#[cfg(test)]
mod tests {
    use super::*;
    use crate::store::exchange::CampaignRow;

    fn empty(uid: &str) -> CampaignRows {
        CampaignRows {
            campaign: CampaignRow {
                uid: uid.into(),
                name: "Test".into(),
                description: None,
                fc_kpa: 33.0,
                pwp_kpa: 1500.0,
                created_at: "2026-01-01T00:00:00Z".into(),
                texture_prior_max_readings: None,
            },
            batches: Vec::new(),
            sites: Vec::new(),
            layers: Vec::new(),
            samples: Vec::new(),
            readings: Vec::new(),
            conductivity: Vec::new(),
            logger: Vec::new(),
            flags: Vec::new(),
            flag_events: Vec::new(),
            fits: Vec::new(),
        }
    }

    fn series(points: &[(&str, f64)]) -> LoggerSeries {
        LoggerSeries {
            site_uid: "s".repeat(36),
            sensor_id: "T1".into(),
            batch_uids: vec![None],
            points: points
                .iter()
                .map(|(t, v)| LoggerPoint {
                    time: (*t).into(),
                    depth_cm: 30.0,
                    sensor: "tensiometer".into(),
                    value: *v,
                    batch: 0,
                    source_line: None,
                })
                .collect(),
        }
    }

    #[test]
    fn preferences_parse_a_way_for_all_and_per_kind() {
        let mut p = Preferences::default();
        p.add("from").expect("all");
        p.add("flags=newer").expect("flags");
        assert_eq!(p.way(RowKind::Readings), Some(Way::From));
        assert_eq!(p.way(RowKind::Flags), Some(Way::Newer));
        assert!(
            p.add("flag=newer")
                .unwrap_err()
                .contains("unknown kind \"flag\"")
        );
        assert!(
            p.add("readings=latest")
                .unwrap_err()
                .contains("expected newer, into or from")
        );
        assert!(p.add("both").is_err());
    }

    #[test]
    fn logger_records_merge_join_by_time() {
        let mut into = empty("c");
        into.logger = vec![series(&[("t1", 1.0), ("t3", 3.0), ("t5", 5.0)])];
        let mut from = empty("c");
        from.logger = vec![series(&[
            ("t2", 2.0),
            ("t3", 3.5),
            ("t5", 5.0),
            ("t6", 6.0),
        ])];
        let plan = plan(&into, &from, &Preferences::default());
        let c = plan.counts[&RowKind::Logger];
        assert_eq!((c.new, c.identical, c.conflicting), (2, 1, 1));
        assert!(!plan.is_clean());
        assert_eq!(
            plan.conflicts[0].fields,
            vec![("value".into(), "3".into(), "3.5".into())]
        );
        let mut prefs = Preferences::default();
        prefs.add("logger=from").expect("prefer");
        let plan = super::plan(&into, &from, &prefs);
        assert!(plan.is_clean());
        let merged = plan.merged(&into);
        let values: Vec<(&str, f64)> = merged.logger[0]
            .points
            .iter()
            .map(|p| (p.time.as_str(), p.value))
            .collect();
        assert_eq!(
            values,
            vec![
                ("t1", 1.0),
                ("t2", 2.0),
                ("t3", 3.5),
                ("t5", 5.0),
                ("t6", 6.0)
            ]
        );
        // Planning the merged rows against FROM again finds nothing to write.
        assert!(super::plan(&merged, &from, &prefs).writes_nothing());
    }

    #[test]
    fn newer_cannot_decide_rows_without_a_time_and_another_campaign_is_refused() {
        let mut into = empty("a");
        let mut from = empty("b");
        into.sites.push(SiteRow {
            uid: "1".repeat(36),
            code: "S1".into(),
            name: Some("one".into()),
            latitude: None,
            longitude: None,
            elevation_m: None,
            notes: None,
            batch_uid: None,
        });
        from.sites.push(SiteRow {
            name: Some("uno".into()),
            ..into.sites[0].clone()
        });
        let mut prefs = Preferences::default();
        prefs.add("newer").expect("prefer");
        let p = plan(&into, &from, &prefs);
        assert!(p.refusal.is_some());
        assert_eq!(p.unresolved(), 1);
        assert_eq!(p.conflicts[0].unresolved_because.as_deref(), Some(NO_TIME));
        prefs.allow_other_campaign = true;
        prefs.add("sites=into").expect("prefer");
        let p = plan(&into, &from, &prefs);
        assert!(p.is_clean(), "{}", p.render());
        assert!(p.writes_nothing());
    }

    fn suggestion(reason: &str, score: f64) -> FlagRow {
        FlagRow {
            uid: "00000000-0000-4000-8000-00000000f1a9".into(),
            target: FlagTarget::Conductivity("00000000-0000-4000-8000-0000000000c1".into()),
            reason: reason.into(),
            score: Some(score),
            origin: "auto".into(),
            status: "suggested".into(),
            note: None,
            created_at: "2026-06-01T10:00:00Z".into(),
            decided_at: None,
            rule: Some("leave-one-out".into()),
            decided_by: None,
        }
    }

    fn decided(mut f: FlagRow, status: &str, at: &str) -> FlagRow {
        f.status = status.into();
        f.decided_at = Some(at.into());
        f.decided_by = Some("user".into());
        f
    }

    fn flag_plan(into: FlagRow, from: FlagRow, prefs: &Preferences) -> MergePlan {
        let mut a = empty("00000000-0000-4000-8000-0000000000aa");
        let mut b = a.clone();
        a.flags.push(into);
        b.flags.push(from);
        plan(&a, &b, prefs)
    }

    #[test]
    fn refreshed_suggestions_and_one_sided_decisions_are_not_conflicts() {
        let none = Preferences::default();
        // The checks ran again on one laptop: the open suggestion's text and score moved.
        let p = flag_plan(suggestion("4.1 sd", 4.1), suggestion("4.3 sd", 4.3), &none);
        assert!(p.conflicts.is_empty(), "{}", p.render());
        assert!(p.replace.flags.is_empty(), "INTO's text is kept");
        // Decided on the FROM laptop, still open on INTO: the decision comes over.
        let from = decided(
            suggestion("4.3 sd", 4.3),
            "accepted",
            "2026-06-02T08:00:00Z",
        );
        let p = flag_plan(suggestion("4.1 sd", 4.1), from.clone(), &none);
        assert!(p.conflicts.is_empty(), "{}", p.render());
        assert_eq!(p.replace.flags, vec![from.clone()]);
        // ... and the other way round INTO keeps its decision.
        let p = flag_plan(from.clone(), suggestion("4.1 sd", 4.1), &none);
        assert!(
            p.conflicts.is_empty() && p.replace.flags.is_empty(),
            "{}",
            p.render()
        );
        // Two different decisions stay a conflict until the user says how to settle it.
        let other = decided(
            suggestion("4.1 sd", 4.1),
            "dismissed",
            "2026-06-03T08:00:00Z",
        );
        let p = flag_plan(from.clone(), other.clone(), &none);
        assert_eq!(p.unresolved(), 1, "{}", p.render());
        let mut newer = Preferences::default();
        newer.add("flags=newer").expect("preference");
        let p = flag_plan(from, other.clone(), &newer);
        assert_eq!(p.unresolved(), 0);
        assert_eq!(p.replace.flags, vec![other]);
    }

    #[test]
    fn a_flag_decided_again_on_a_copy_that_saw_the_first_decision_is_the_later_state() {
        let event = |uid: &str, to: &str| FlagEventRow {
            uid: uid.into(),
            flag_uid: "00000000-0000-4000-8000-00000000f1a9".into(),
            from_status: None,
            to_status: to.into(),
            actor: "user".into(),
            note: None,
            at: "2026-06-02T08:00:00Z".into(),
        };
        let accepted = decided(
            suggestion("4.1 sd", 4.1),
            "accepted",
            "2026-06-02T08:00:00Z",
        );
        let cleared = decided(accepted.clone(), "cleared", "2026-06-05T08:00:00Z");
        let mut a = empty("00000000-0000-4000-8000-0000000000aa");
        let mut b = a.clone();
        a.flags.push(accepted);
        a.flag_events = vec![event("e1", "suggested"), event("e2", "accepted")];
        b.flags.push(cleared.clone());
        b.flag_events = vec![
            event("e1", "suggested"),
            event("e2", "accepted"),
            event("e3", "cleared"),
        ];
        let p = plan(&a, &b, &Preferences::default());
        assert_eq!(p.unresolved(), 0, "{}", p.render());
        assert_eq!(p.replace.flags, vec![cleared]);
        // The other way round INTO is the later state and keeps it.
        let p = plan(&b, &a, &Preferences::default());
        assert_eq!(p.unresolved(), 0, "{}", p.render());
        assert!(p.replace.flags.is_empty());
    }
}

▶ Directions for this task
A complete answer lists each line of the data that holds the word "default".

▶ Task answer
        let mut p = Preferences::default();
        let plan = plan(&into, &from, &Preferences::default());
        let mut prefs = Preferences::default();
        let mut prefs = Preferences::default();
        let none = Preferences::default();
        let mut newer = Preferences::default();
        let p = plan(&a, &b, &Preferences::default());
        let p = plan(&b, &a, &Preferences::default());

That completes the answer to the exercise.